O objeto, por exemplo o copo de que já falamos, é realmente afuncional ou propriamente antifuncional? Se beber é apenas ingerir um líquido para matar a sede, aquele cálice ornamentadíssimo decerto não é funcional; mas ele serve, no banquete, para brindar a saúde dos convivas e, no rito religioso, para celebrar um sacrifício. Evidentemente, tanto o brinde quanto a oferta de um sacrifício são atos que implicam, na origem, o ato de beber para saciar a sede, mas o brinde é uma função social, o sacrifício é uma função religiosa, e no que diz respeito a essas funções a taça e o cálice são funcionais e o são exatamente na medida em que não são, formalmente, simples recipientes. O ornamento, portanto, é funcional em relação a uma ordem de funções que exigem que o recipiente não seja apenas um recipiente, mas um objeto em relação com aquilo que se pensa ser o mundo; somente assim o objeto pode superar o limite da função estritamente prática e satisfazer uma função simbólica que tem uma importância social incontestável.

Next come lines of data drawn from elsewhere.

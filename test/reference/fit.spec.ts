import { fitLine, fitRobustLine } from '../../procedures/calculations';
import { checkValues, expectWithin, numberOf, type CheckValue } from './check-values';

const seriesOf = ({ inputs }: CheckValue) => [inputs['x'] as number[], inputs['y'] as number[]] as const;
const all = checkValues('g', 'x', 'y');

describe('straight lines by least squares', () => {
  it.each(all.filter(([, { expected }]) => 'intercept' in expected))('%s', (_title, value) => {
    const fit = fitLine(...seriesOf(value));
    expectWithin(value, 'slope', fit.slope);
    expectWithin(value, 'intercept', fit.intercept);
    expectWithin(value, 'slope_stderr', fit.slopeError);
    expectWithin(value, 'intercept_stderr', fit.interceptError);
    expectWithin(value, 'residual_sd', fit.residualDeviation);
    expectWithin(value, 'r_squared', fit.rSquared);
  });

  it.each(all.filter(([, { expected }]) => 'ols' in expected))('%s', (_title, value) => {
    const ols = { ...value, expected: value.expected['ols'] as Record<string, unknown> };
    const fit = fitLine(...seriesOf(value));
    expectWithin(ols, 'slope', fit.slope);
    expectWithin(ols, 'intercept', fit.intercept);
    expectWithin(ols, 'slope_stderr', fit.slopeError);
    expectWithin(ols, 'residual_sd', fit.residualDeviation);
    expectWithin(ols, 'r_squared', fit.rSquared);
  });

  it('keeps the certified slope of Norris (NIST StRD, linear least squares) with offsets that are exact', () => {
    const [, norris] = all.find(([title]) => title.startsWith('NIST StRD Norris'))!;
    const [x, y] = seriesOf(norris);
    // 2^20 + a value of one decimal keeps it to 1e-10; the certified slope then stands to nine figures.
    const shifted = fitLine(
      x.map((value) => value + 2 ** 20),
      y.map((value) => value - 2 ** 20),
    );
    const certified = numberOf(norris.expected, 'slope');
    expect(Math.abs(shifted.slope - certified)).toBeLessThanOrEqual(1e-9 * certified);
  });
});

describe('straight lines by the median of slopes', () => {
  it.each(all.filter(([, { expected }]) => 'theil_sen' in expected))('%s', (_title, value) => {
    const robust = { ...value, expected: value.expected['theil_sen'] as Record<string, unknown> };
    const { slope, intercept } = fitRobustLine(...seriesOf(value));
    expectWithin(robust, 'slope', slope);
    expectWithin(robust, 'intercept_median_of_residuals', intercept);
  });
});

Consideremos agora um objeto produzido pela indústria. Este não é ornamentado; sua dimensão e sua forma são rigorosamente estudadas em relação com sua função mecânica; uma forma “bela” não é sobreposta à forma “útil”. Mas não é verdade de modo algum que a forma adira perfeitamente à função específica. A função específica de um telefone ou de um aparelho de rádio é transmitir nitidamente o som, e pode-se dar ao telefone a forma de um grupo de tritões e nereidas, ou ao rádio a forma de um estojo do século XVI, sem diminuir totalmente a funcionalidade; sabemos, porém, que isso seria um erro estético. Não se cometerá esse erro porque o que realmente se quer não é que forma realize a função mecânica, mas que a represente. Na realidade, não se quer que a forma daqueles objetos mantenha com a função a relação do copo com a função de beber, mas a relação do copo com a função do brinde ou do rito sacrificial: a função mecânica, portanto, também é, no pensamento do homem moderno, uma função simbólica. O homem moderno, o homem das grandes cidades, não identifica seu ambiente com a natureza, mas como mundo das coisas artificiais, feitas pelo homem para o homem mediante uma tecnologia da qual sente orgulho como de uma criação própria: ele quer, portanto, inserir o objeto no contexto de um mundo não natural, mas social.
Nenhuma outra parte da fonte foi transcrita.